Notwithstanding the fact that the Federal Reserve System (the US Government’s unconstitutional central bank) destroys wealth through the inflation tax, it is the enabler of empire and the warmongering aspirations of the imperial government.

Consider this:  Without the ability to create money out of thin air, a government must finance a war via taxation.  The cost of the Iraq adventure is now at about $20,000 per US household.  If George W. Bush and the lapdog congress had to appeal to the American people to pony up $20K each for this war, how many do you think would have willingly opened their pocketbook?

Of course, government regularly forces taxation on the people without their approval, but there is a practical limit to how much they will take.  It brings about revolution when it goes too far – a scenario government would prefer to avoid.

The Federal Reserve is the engine that runs the Military Industrial Complex.  Billions of “off budget” dollars are funneled to the favored manufacturers of the war machine, and their powerful lobby that pushes our government toward intervention.

A nation should be at peace by default.  War should be conducted only when necessary and just to respond to an attack, or to prepare for an eminent attack.  And when you fight a war, as we did in the American Revolution, it should break the bank.  It should drain all the nations resources, and everyone should feel the pain.  War should be painful and taxing.

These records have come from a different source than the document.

//! D13 and D14: how the bars of one set take turns between running on and stopping.

use super::Work;
use crate::base::{area_per_metre, mm};
use crate::job::{Arrangement, Bars};
use crate::rules::{areas, spacing};
use crate::steel::made::{Form, between};
use crate::tables::Deduction;
use crate::trace::rule;

#[derive(Clone, Copy, Debug, PartialEq)]
pub enum Turn {
    Full,
    Alternate,
    Reversed,
}

/// Bars of one set that are formed alike at both ends.
#[derive(Clone, Debug)]
pub struct Part {
    pub left_on: bool,
    pub right_on: bool,
    pub lines: Vec<f64>,
    /// Spacing of these bars among themselves, as a multiple of the called spacing.
    pub every: f64,
    pub turn: &'static str,
}

/// The parts of a set on `lines`. `phase` is the parity of the lines that run on at the left (reversed only).
pub fn parts(turn: Turn, lines: &[f64], phase: usize) -> Vec<Part> {
    let last = lines.len().saturating_sub(1);
    let pick = |wanted: &dyn Fn(usize) -> bool| lines.iter().enumerate().filter(|(i, _)| wanted(*i)).map(|(_, y)| *y).collect::<Vec<f64>>();
    let part = |left_on, right_on, lines, every, turn| Part { left_on, right_on, lines, every, turn };
    let parts = match turn {
        Turn::Full => vec![part(true, true, lines.to_vec(), 1.0, "")],
        Turn::Alternate => {
            vec![part(true, true, pick(&|i| i % 2 == 0 || i == last), 2.0, "alt"), part(false, false, pick(&|i| i % 2 == 1 && i != last), 2.0, "alt")]
        }
        Turn::Reversed => vec![part(true, false, pick(&|i| i % 2 == phase), 2.0, "alt rev"), part(false, true, pick(&|i| i % 2 != phase), 2.0, "alt rev")],
    };
    parts.into_iter().filter(|p| !p.lines.is_empty()).collect()
}

/// Whether all bars have to run on (D13), with the reason, or the bars may take turns.
pub(super) fn all_run_on(work: &Work, bars: &Bars, depth: f64) -> Option<String> {
    let twice = 2.0 * bars.spacing;
    let most = spacing::most(spacing::Zone::Main, work.h());
    let least = areas::least(work.fck(), work.fyk(), depth).value;
    let alone = area_per_metre(bars.size, twice);
    if work.slab.arrangement.value == Arrangement::Full {
        return Some("the job asks for full bars".into());
    }
    if twice > most + crate::base::TOUCH {
        return Some(format!("the bars that go on alone would stand at {} mm, over {} = {} mm", mm(twice), spacing::most_text(spacing::Zone::Main), mm(most)));
    }
    if alone < least {
        return Some(format!("the bars that go on alone would give {} mm²/m, under As,min = {} mm²/m", mm(alone), mm(least)));
    }
    None
}

/// The forms of a reversed pair that is one mark: where both come out equal, or the shorter may grow by up to 75 mm (D14).
/// `one` and `other` give the forms for an extra length at the stopping end.
pub(super) fn one_mark(size: u32, deduction: &Deduction, one: &dyn Fn(f64) -> [Form; 2], other: &dyn Fn(f64) -> [Form; 2]) -> Option<[[Form; 2]; 2]> {
    const MOST_GROWTH: f64 = 75.0;
    let made = |forms: [Form; 2]| between(size, forms[0], forms[1], deduction);
    let same = |a: &[Form; 2], b: &[Form; 2]| {
        let (a, b) = (made(*a), made(*b));
        a.shape == b.shape && a.length == b.length && a.dims == b.dims
    };
    let pair = [one(0.0), other(0.0)];
    if same(&pair[0], &pair[1]) {
        return Some(pair);
    }
    let difference = f64::from(made(pair[0]).length - made(pair[1]).length);
    if difference.abs() > MOST_GROWTH {
        return None;
    }
    let pair = if difference > 0.0 { [pair[0], other(difference)] } else { [one(-difference), pair[1]] };
    same(&pair[0], &pair[1]).then_some(pair)
}

/// Chooses the turn and keeps the reason (D13, D14). `reversed_is_one` tells whether a reversed pair is one mark.
pub(super) fn choose(work: &mut Work, address: &str, full: Option<String>, reversed_is_one: bool) -> Turn {
    let (turn, text, cite) = match (full, work.slab.arrangement.value) {
        (Some(why), _) => (Turn::Full, format!("all bars run on: {why}"), rule("D13")),
        (None, Arrangement::Alternate) => (Turn::Alternate, "alternate, as the job asks".into(), rule("D14")),
        (None, Arrangement::Reversed) => (Turn::Reversed, "reversed, as the job asks".into(), rule("D14")),
        (None, _) if reversed_is_one => (Turn::Reversed, "reversed: both ways round are one mark".into(), rule("D14")),
        (None, _) => (Turn::Alternate, "alternate: the two ways round differ by more than 75 mm".into(), rule("D14")),
    };
    work.reason(address, text, cite);
    turn
}

/// The bottom bars of a span that run on, at the spacing at which they do so.
pub(super) fn running_on(work: &Work, k: usize) -> Bars {
    let bars = &work.slab.spans[k].bottom.value;
    let share = work.basis.curtailment.value.bottom.on_share;
    let all = share > 0.5 || all_run_on(work, bars, work.bottom_depth(bars.size)).is_some();
    Bars { size: bars.size, spacing: if all { bars.spacing } else { 2.0 * bars.spacing } }
}
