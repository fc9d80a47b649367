import { ref, shallowRef } from 'vue'
import type { Batch } from '#shared/batches/contract'
import type { BatchStep } from '#shared/batches/plan-contract'
import { api } from '@/api'
import { sayWhy } from './refusal.ts'
import type { useBatch } from './useBatch.ts'
import { useToast } from './useToast.ts'

/** Ticking, unticking and moving the steps of a batch. */
export function useStepActs(book: ReturnType<typeof useBatch>, batch: () => Batch) {
  const toast = useToast()
  const busyId = ref<string>()
  const moving = shallowRef<BatchStep>()
  const moveOpen = ref(false)

  async function act(stepId: string, run: () => Promise<BatchStep>, say: (step: BatchStep) => string) {
    busyId.value = stepId
    try {
      const step = await run()
      await book.refresh()
      toast.say(say(step))
    } catch (reason) {
      toast.fault(sayWhy(reason))
    } finally {
      busyId.value = undefined
    }
  }

  const params = (stepId: string) => ({ id: batch().id, stepId })
  const done = (stepId: string) =>
    act(
      stepId,
      () => api.batches.stepDone({ params: params(stepId), body: {} }),
      (step) => `${step.title}: ticked.`,
    )
  const undone = (stepId: string) =>
    act(
      stepId,
      () => api.batches.stepUndone({ params: params(stepId) }),
      (step) => `${step.title}: the tick is off.`,
    )

  function startMove(stepId: string) {
    moving.value = batch().steps.find(({ id }) => id === stepId)
    moveOpen.value = moving.value !== undefined
  }
  async function move(body: { stepId: string; on: string; alone: boolean; confirm: boolean }) {
    const answer = await api.batches.movePlan({ params: { id: batch().id }, body })
    if (body.confirm) {
      await book.refresh()
      toast.say('The plan is moved.')
    }
    return answer
  }

  return { busyId, done, undone, moving, moveOpen, startMove, move }
}
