import { computed, reactive, ref, shallowRef, toRaw, useId } from 'vue'
import { asRefusal, sayWhy } from './refusal.ts'

/** What a form asks of its rule; every zod schema is one. */
export interface Rule {
  safeParse: (value: unknown) => { success: boolean; data?: unknown; error?: { issues: readonly Issue[] } }
}
type Parsed<R extends Rule> = Extract<ReturnType<R['safeParse']>, { success: true }>['data']
interface Issue {
  path: readonly PropertyKey[]
  message: string
}

export interface FormError {
  /** Field path, `lines.0.from`; empty when it concerns the whole form. */
  path: string
  message: string
  /** Id of the control to go to. */
  id: string
}

/**
 * A form whose rule is the request schema. Checked on submit, never while typing; what was typed is kept; messages of
 * the server land beside the same fields as our own.
 *
 *     const form = useForm(LoanRequest, { from: '', to: '' })
 *     <form novalidate @submit.prevent="form.submit(send)">
 *       <ErrorSummary :errors="form.errors.value" />
 *       <TextField v-bind="form.field('from')" v-model="form.values.from" label="Collect" />
 */
export function useForm<R extends Rule, V extends object>(rule: R, initial: V) {
  const base = useId()
  const values = reactive(structuredClone(toRaw(initial))) as V
  const errors = shallowRef<FormError[]>([])
  const busy = ref(false)
  /** Counts failed tries, so that the summary takes focus again each time. */
  const tries = ref(0)

  const idOf = (path: string) => `${base}-${path.replaceAll('.', '-') || 'form'}`

  function fail(found: { path: string; message: string }[]) {
    const first = new Map<string, FormError>()
    for (const { path, message } of found) {
      if (!first.has(path)) first.set(path, { path, message, id: idOf(path) })
    }
    errors.value = [...first.values()]
    tries.value += 1
  }

  /** Runs `act` with the checked values. True when it went through. */
  async function submit(act: (body: Parsed<R>) => Promise<unknown>): Promise<boolean> {
    if (busy.value) return false
    const checked = rule.safeParse(cleaned(values))
    if (!checked.success) {
      fail(wordIssues(checked.error?.issues ?? [], rule.safeParse(values).error?.issues ?? []))
      return false
    }
    busy.value = true
    try {
      await act(checked.data)
      errors.value = []
      return true
    } catch (reason) {
      const fields = asRefusal(reason)?.fields ?? []
      fail(fields.length > 0 ? fields : [{ path: '', message: sayWhy(reason) }])
      return false
    } finally {
      busy.value = false
    }
  }

  return {
    values,
    errors,
    busy,
    tries,
    submit,
    fail,
    /** Props of a field: its id and, when there is one, its message. */
    field: (path: string) => ({
      id: idOf(path),
      error: errors.value.find((error) => error.path === path)?.message,
    }),
    /** Message that belongs to no field. */
    formError: computed(() => errors.value.find((error) => error.path === '')?.message),
    reset(next: V = initial) {
      Object.assign(values, structuredClone(toRaw(next)))
      errors.value = []
    },
  }
}

/** What the rule says of an empty text ("Write your e-mail address.") beats what it says of something missing. */
function wordIssues(missing: readonly Issue[], empty: readonly Issue[]) {
  return missing.map(({ path, message }) => {
    const at = path.join('.')
    return { path: at, message: empty.find((issue) => issue.path.join('.') === at)?.message ?? message }
  })
}

/** An untouched optional field is an empty text on screen and absent in the request. */
function cleaned(value: unknown): unknown {
  if (Array.isArray(value)) return value.map(cleaned)
  if (typeof value !== 'object' || value === null) return value === '' ? undefined : value
  return Object.fromEntries(Object.entries(value).map(([key, part]) => [key, cleaned(part)]))
}
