import { computed, shallowRef } from 'vue'
import { defineStore } from 'pinia'
import { roleCovers, type Role } from '#shared/people/vocabulary'
import type { Session, SpaceBrief } from '#shared/session/contract'
import { sessionApi } from '@/api/session'
import { ApiError } from '@/api/client'

/** Who is signed in, and in which space. */
export const useSessionStore = defineStore('session', () => {
  const member = shallowRef<Session['member']>()
  const space = shallowRef<SpaceBrief>()
  let loading: Promise<void> | undefined

  const signedIn = computed(() => member.value !== undefined)
  const isSteward = computed(() => may('steward'))
  const isAdmin = computed(() => may('admin'))

  function may(role: Role) {
    return member.value?.status === 'active' && roleCovers(member.value.role, role)
  }

  function accept(session: Session) {
    member.value = session.member
    space.value = session.space
  }

  /** Asks the server once who this is; later calls wait for the same answer. */
  function load() {
    return (loading ??= read())
  }

  async function read() {
    try {
      accept(await sessionApi.current())
    } catch (error) {
      if (!(error instanceof ApiError) || error.code !== 'signed-out') {
        loading = undefined
        throw error
      }
      space.value = await sessionApi.space()
    }
  }

  async function signIn(email: string, password: string) {
    accept(await sessionApi.signIn({ body: { email, password } }))
    loading = Promise.resolve()
  }

  async function signOut() {
    await sessionApi.signOut()
    forget()
  }

  function forget() {
    member.value = undefined
  }

  return { member, space, signedIn, isSteward, isAdmin, may, accept, load, signIn, signOut, forget }
})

Instead, war with fiat money, courtesy of the Federal Reserve, seems painless to the masses who willingly follow government propaganda.  We don’t feel its effects until years later, and when we do the government can blame it on everything but government.  Market failures, greedy capitalists, “irrational exuberance,” and (currently) speculators are blamed for all our woes.

War is funded with inflation.  Inflation must always be paid for with recession.  It is inevitable that we should experience financial crisis as a result of our current military adventurism in Iraq.

Without the ability to fund wars with printed money, government would be “chained down” by the constraints that Thomas Jefferson envisioned.